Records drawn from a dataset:

════════════════════

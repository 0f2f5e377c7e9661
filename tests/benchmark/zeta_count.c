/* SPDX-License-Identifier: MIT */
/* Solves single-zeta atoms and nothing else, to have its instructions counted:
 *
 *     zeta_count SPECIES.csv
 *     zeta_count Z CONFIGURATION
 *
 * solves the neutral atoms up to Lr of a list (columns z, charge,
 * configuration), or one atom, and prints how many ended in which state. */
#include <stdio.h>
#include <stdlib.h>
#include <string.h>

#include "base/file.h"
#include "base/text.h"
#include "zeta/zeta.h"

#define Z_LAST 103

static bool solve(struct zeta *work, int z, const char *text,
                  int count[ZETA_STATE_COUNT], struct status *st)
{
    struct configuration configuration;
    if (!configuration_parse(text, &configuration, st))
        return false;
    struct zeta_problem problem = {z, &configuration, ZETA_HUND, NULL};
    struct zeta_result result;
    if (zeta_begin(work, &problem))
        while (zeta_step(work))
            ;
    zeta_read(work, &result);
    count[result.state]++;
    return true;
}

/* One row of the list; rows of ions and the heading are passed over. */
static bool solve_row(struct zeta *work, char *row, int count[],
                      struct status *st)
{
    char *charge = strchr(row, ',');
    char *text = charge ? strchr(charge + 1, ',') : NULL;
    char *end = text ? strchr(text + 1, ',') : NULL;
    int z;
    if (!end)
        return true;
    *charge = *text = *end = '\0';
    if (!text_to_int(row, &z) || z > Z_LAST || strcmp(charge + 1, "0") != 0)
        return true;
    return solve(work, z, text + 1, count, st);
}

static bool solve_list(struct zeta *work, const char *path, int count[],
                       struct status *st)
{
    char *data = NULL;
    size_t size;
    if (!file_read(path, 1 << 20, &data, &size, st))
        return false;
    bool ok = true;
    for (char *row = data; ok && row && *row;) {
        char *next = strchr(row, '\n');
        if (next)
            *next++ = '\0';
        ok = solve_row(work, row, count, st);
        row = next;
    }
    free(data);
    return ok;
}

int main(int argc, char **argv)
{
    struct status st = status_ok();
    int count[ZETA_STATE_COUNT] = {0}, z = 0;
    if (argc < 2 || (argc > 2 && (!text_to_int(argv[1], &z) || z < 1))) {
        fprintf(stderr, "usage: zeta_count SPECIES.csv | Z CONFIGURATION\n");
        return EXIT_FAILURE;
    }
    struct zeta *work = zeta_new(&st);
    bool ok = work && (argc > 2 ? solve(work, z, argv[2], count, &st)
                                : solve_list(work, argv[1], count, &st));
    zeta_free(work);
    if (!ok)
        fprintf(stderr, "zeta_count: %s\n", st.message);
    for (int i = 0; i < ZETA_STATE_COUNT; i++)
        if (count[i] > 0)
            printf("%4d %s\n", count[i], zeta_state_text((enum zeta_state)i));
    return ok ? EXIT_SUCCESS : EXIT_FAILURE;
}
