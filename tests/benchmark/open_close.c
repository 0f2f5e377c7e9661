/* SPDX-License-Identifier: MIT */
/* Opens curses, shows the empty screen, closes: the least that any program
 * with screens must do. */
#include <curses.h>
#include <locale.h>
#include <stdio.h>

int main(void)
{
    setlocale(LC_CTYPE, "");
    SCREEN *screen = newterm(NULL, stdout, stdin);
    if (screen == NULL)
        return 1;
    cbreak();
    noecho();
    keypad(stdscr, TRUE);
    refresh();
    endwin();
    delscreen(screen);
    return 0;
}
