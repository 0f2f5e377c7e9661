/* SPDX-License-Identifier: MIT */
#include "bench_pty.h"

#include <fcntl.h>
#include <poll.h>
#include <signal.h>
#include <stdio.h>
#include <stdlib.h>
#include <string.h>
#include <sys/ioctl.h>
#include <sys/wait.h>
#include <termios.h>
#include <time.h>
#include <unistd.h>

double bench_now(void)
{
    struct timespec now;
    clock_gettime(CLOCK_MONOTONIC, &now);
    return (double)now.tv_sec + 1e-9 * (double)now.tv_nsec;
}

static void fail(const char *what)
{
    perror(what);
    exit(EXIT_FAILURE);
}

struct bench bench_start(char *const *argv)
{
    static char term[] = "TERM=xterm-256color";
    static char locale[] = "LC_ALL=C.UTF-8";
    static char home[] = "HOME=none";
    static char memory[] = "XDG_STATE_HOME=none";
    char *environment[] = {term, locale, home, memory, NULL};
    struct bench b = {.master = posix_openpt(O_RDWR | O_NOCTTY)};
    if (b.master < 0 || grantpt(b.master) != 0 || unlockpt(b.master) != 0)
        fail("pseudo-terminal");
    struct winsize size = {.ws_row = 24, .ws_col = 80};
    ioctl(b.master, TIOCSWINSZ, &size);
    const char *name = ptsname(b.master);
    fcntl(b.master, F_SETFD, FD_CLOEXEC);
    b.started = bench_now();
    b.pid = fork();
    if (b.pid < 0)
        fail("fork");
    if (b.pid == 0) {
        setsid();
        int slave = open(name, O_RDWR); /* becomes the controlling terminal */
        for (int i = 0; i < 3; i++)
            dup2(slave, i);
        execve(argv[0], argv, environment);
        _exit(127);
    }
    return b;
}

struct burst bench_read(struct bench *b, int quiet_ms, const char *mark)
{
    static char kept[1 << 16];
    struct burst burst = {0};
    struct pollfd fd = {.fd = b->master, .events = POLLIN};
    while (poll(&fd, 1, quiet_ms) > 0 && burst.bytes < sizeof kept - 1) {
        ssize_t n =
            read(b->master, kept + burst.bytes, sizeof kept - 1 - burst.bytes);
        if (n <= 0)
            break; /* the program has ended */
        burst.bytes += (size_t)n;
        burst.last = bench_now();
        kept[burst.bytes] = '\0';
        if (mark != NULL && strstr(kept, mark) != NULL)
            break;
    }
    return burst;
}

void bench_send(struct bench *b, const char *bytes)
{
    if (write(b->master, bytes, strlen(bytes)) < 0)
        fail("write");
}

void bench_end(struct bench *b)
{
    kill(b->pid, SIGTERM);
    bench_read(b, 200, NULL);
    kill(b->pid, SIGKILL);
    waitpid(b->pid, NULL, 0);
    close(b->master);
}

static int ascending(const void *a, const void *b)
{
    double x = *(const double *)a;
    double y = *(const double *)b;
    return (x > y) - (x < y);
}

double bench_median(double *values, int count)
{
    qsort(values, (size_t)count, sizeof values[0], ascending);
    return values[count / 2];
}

════════════════════

> **To do**: The required output is each line of the entries that contains the word "kept".

> **Result for this exercise**:
    static char kept[1 << 16];
    while (poll(&fd, 1, quiet_ms) > 0 && burst.bytes < sizeof kept - 1) {
            read(b->master, kept + burst.bytes, sizeof kept - 1 - burst.bytes);
        kept[burst.bytes] = '\0';
        if (mark != NULL && strstr(kept, mark) != NULL)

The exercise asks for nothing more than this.